# Wise Crows



## lilbens10 (Jan 13, 2004)

Iowa's second crow season opens tomorrow, January 14th. All of the migrating crows have left the area and won't come back till February or March. There are still a few flocks and pairs of crows that are here all year though. I can't call these crows in though because they have heard my tapes and seen my decoys many times before.
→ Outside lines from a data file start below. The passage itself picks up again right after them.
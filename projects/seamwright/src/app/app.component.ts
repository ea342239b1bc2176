import { ChangeDetectionStrategy, Component, inject } from '@angular/core';
import { RouterLink, RouterOutlet } from '@angular/router';
import { MatIconModule, MatIconRegistry } from '@angular/material/icon';
import { MatToolbarModule } from '@angular/material/toolbar';
import { MatButtonModule } from '@angular/material/button';

/** The application shell: top bar and the routed page. */
@Component({
  selector: 'sw-root',
  imports: [RouterOutlet, RouterLink, MatToolbarModule, MatIconModule, MatButtonModule],
  changeDetection: ChangeDetectionStrategy.OnPush,
  template: `
    <mat-toolbar class="sw-topbar">
      <a routerLink="/" class="sw-brand" aria-label="Seamwright home">
        <mat-icon aria-hidden="true">architecture</mat-icon>
        <span>Seamwright</span>
      </a>
    </mat-toolbar>
    <main class="sw-main"><router-outlet /></main>
  `,
  styles: `
    .sw-brand { display: inline-flex; gap: 8px; align-items: center; color: inherit; text-decoration: none; font-weight: 500; }
    .sw-main { padding: 24px; max-width: 1200px; margin: 0 auto; }
  `,
})
export class AppComponent {
  constructor() {
    // Icons come from the shipped Material Symbols font, not from a web service.
    inject(MatIconRegistry).setDefaultFontSetClass('material-symbols-outlined');
  }
}
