/** A pattern offered in its owner's shop; the price is in minor units of the shop's currency. */
export const shopListings = sqliteTable('shop_listings', {
  patternId: text('pattern_id')
    .primaryKey()
    .references(() => patterns.id, { onDelete: 'cascade' }),
  priceMinor: integer('price_minor').notNull(),
  description: text('description').notNull(),
  /** Set while the listing is published; null when withdrawn or never published. */
  publishedAt: integer('published_at', { mode: 'timestamp_ms' }),
  createdAt: createdAt(),
  updatedAt: integer('updated_at', { mode: 'timestamp_ms' }).notNull(),
  /**
   * What the shop shows of the design, written from the head revision whenever the listing is saved
   * (so browsing never reads documents): sections, the finished block size (null: no sections) and a
   * small SVG picture drawn by the server (null: none yet, as for listings saved before these columns).
   */
  sectionCount: integer('section_count').notNull().default(0),
  finishedWidthIn: real('finished_width_in'),
  finishedHeightIn: real('finished_height_in'),
  previewSvg: text('preview_svg'),
  /**
   * The quilt layout's size chart and one small SVG quilt picture per colourway (the pattern's own
   * fabrics first), written with the facts above (design §11); null when the pattern has no quilt.
   */
  quiltSizes: text('quilt_sizes', { mode: 'json' }).$type<ListingQuiltSize[]>(),
  quiltPictures: text('quilt_pictures', { mode: 'json' }).$type<ListingQuiltPicture[]>(),
});

/** One purchase of a pattern: a checkout session at the payment provider and what came of it. */
export const orders = sqliteTable(
  'orders',
  {
    id: text('id').primaryKey(),
    buyerId: text('buyer_id')
      .notNull()
      .references(() => users.id, { onDelete: 'cascade' }),
    sellerId: text('seller_id')
      .notNull()
      .references(() => users.id, { onDelete: 'cascade' }),
    /** Null once the pattern is deleted for good; the title stays for the records. */
    patternId: text('pattern_id').references(() => patterns.id, { onDelete: 'set null' }),
    patternTitle: text('pattern_title').notNull(),
    amountMinor: integer('amount_minor').notNull(),
    currency: text('currency', { enum: SHOP_CURRENCIES }).notNull(),
    status: text('status', { enum: ORDER_STATUSES }).notNull(),
    checkoutSessionId: text('checkout_session_id').unique(),
    paymentIntentId: text('payment_intent_id'),
    refundId: text('refund_id'),
    /** Whether paying this order added the buyer as a quilter (so a refund takes only that away). */
    grantedAccess: integer('granted_access', { mode: 'boolean' }).notNull().default(false),
    createdAt: createdAt(),
    paidAt: integer('paid_at', { mode: 'timestamp_ms' }),
    refundRequestedAt: integer('refund_requested_at', { mode: 'timestamp_ms' }),
    refundedAt: integer('refunded_at', { mode: 'timestamp_ms' }),
    receiptSentAt: integer('receipt_sent_at', { mode: 'timestamp_ms' }),
  },
  (t) => [
    index('orders_buyer_idx').on(t.buyerId),
    index('orders_seller_idx').on(t.sellerId),
    index('orders_pattern_idx').on(t.patternId),
    index('orders_payment_intent_idx').on(t.paymentIntentId),
  ],
);

/** Payment-provider webhook events already handled (each is acted on once). */
export const paymentEvents = sqliteTable('payment_events', {
  eventId: text('event_id').primaryKey(),
  type: text('type').notNull(),
  receivedAt: integer('received_at', { mode: 'timestamp_ms' }).notNull(),
});

/**
 * Outgoing e-mail, written in the same request that decides to send it and delivered by the
 * background sender (server/services/mail-outbox.ts) with retries; a request never waits for mail.
 * The body is cleared once sent, so no reset or invitation link stays in the table.
 */
export const mailOutbox = sqliteTable(
  'mail_outbox',
  {
    id: text('id').primaryKey(),
    /** What the mail is (password-reset, invitation, receipt), for the log. */
    kind: text('kind').notNull(),
    to: text('to_address').notNull(),
    subject: text('subject').notNull(),
    text: text('text').notNull(),
    html: text('html'),
    createdAt: createdAt(),
    attempts: integer('attempts').notNull().default(0),
    nextAttemptAt: integer('next_attempt_at', { mode: 'timestamp_ms' }).notNull(),
    sentAt: integer('sent_at', { mode: 'timestamp_ms' }),
    /** Set when the sender gave up after its last attempt. */
    failedAt: integer('failed_at', { mode: 'timestamp_ms' }),
    lastError: text('last_error'),
  },
  (t) => [index('mail_outbox_due_idx').on(t.sentAt, t.failedAt, t.nextAttemptAt)],
);

/**
 * Rate-limit counts (sign-in, sign-up, password reset: server/auth/rate-limit-store.ts), kept in the
 * database so every instance on one database counts together. `key` is the limiter's prefix and the
 * client's key; `reset_at` is when the window ends, in epoch milliseconds (a plain integer, so one SQL
 * statement compares it on SQLite and PostgreSQL alike). Expired rows are swept (`reset_at` index).
 */
export const rateLimitHits = sqliteTable(
  'rate_limit_hits',
  {
    key: text('key').primaryKey(),
    hits: integer('hits').notNull(),
    resetAt: integer('reset_at').notNull(),
  },
  (t) => [index('rate_limit_hits_reset_idx').on(t.resetAt)],
);

export type Shop = typeof shops.$inferSelect;
export type ShopListing = typeof shopListings.$inferSelect;
export type Order = typeof orders.$inferSelect;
Any ideas on how to change my set up to get more shooting?


----------



## sureshot#1 (Jan 4, 2004)

well it sounds like you need a lot of revamping if you have an electric caller get an mouth call and mix in with the electric caller.. now for the decoys... i dont know but mabey you could spread them out far and few between or put sum in the tree and some in on the ground or put a stuuffed animal with alot of catchup around it (ded animal) then take all your decoys and consentrate all of them in that 1 spot... you can even put a crow bout 20-30ft arround their..... well i hope it works for you it did for me when i tried it because here in IL they dont much like decoys.. personal message me when you try it and tell me how it does


----------



## buckseye (Dec 8, 2003)

try a fake owl, crows hate them


----------



## Wood Duck (Mar 22, 2002)

If your crows have been worked a few times with the e-call you definatly have to switch to a mouth call and try something like a feed set up. Find where they are going for breakfast and set up early with some decoys and blind up good and you should get some shooting.


----------



## varmiterkid (Jan 22, 2004)

i would try to find a tape u don't have and use that some. thats what happened to me last year. after buying a tape i shot several crows that day


----------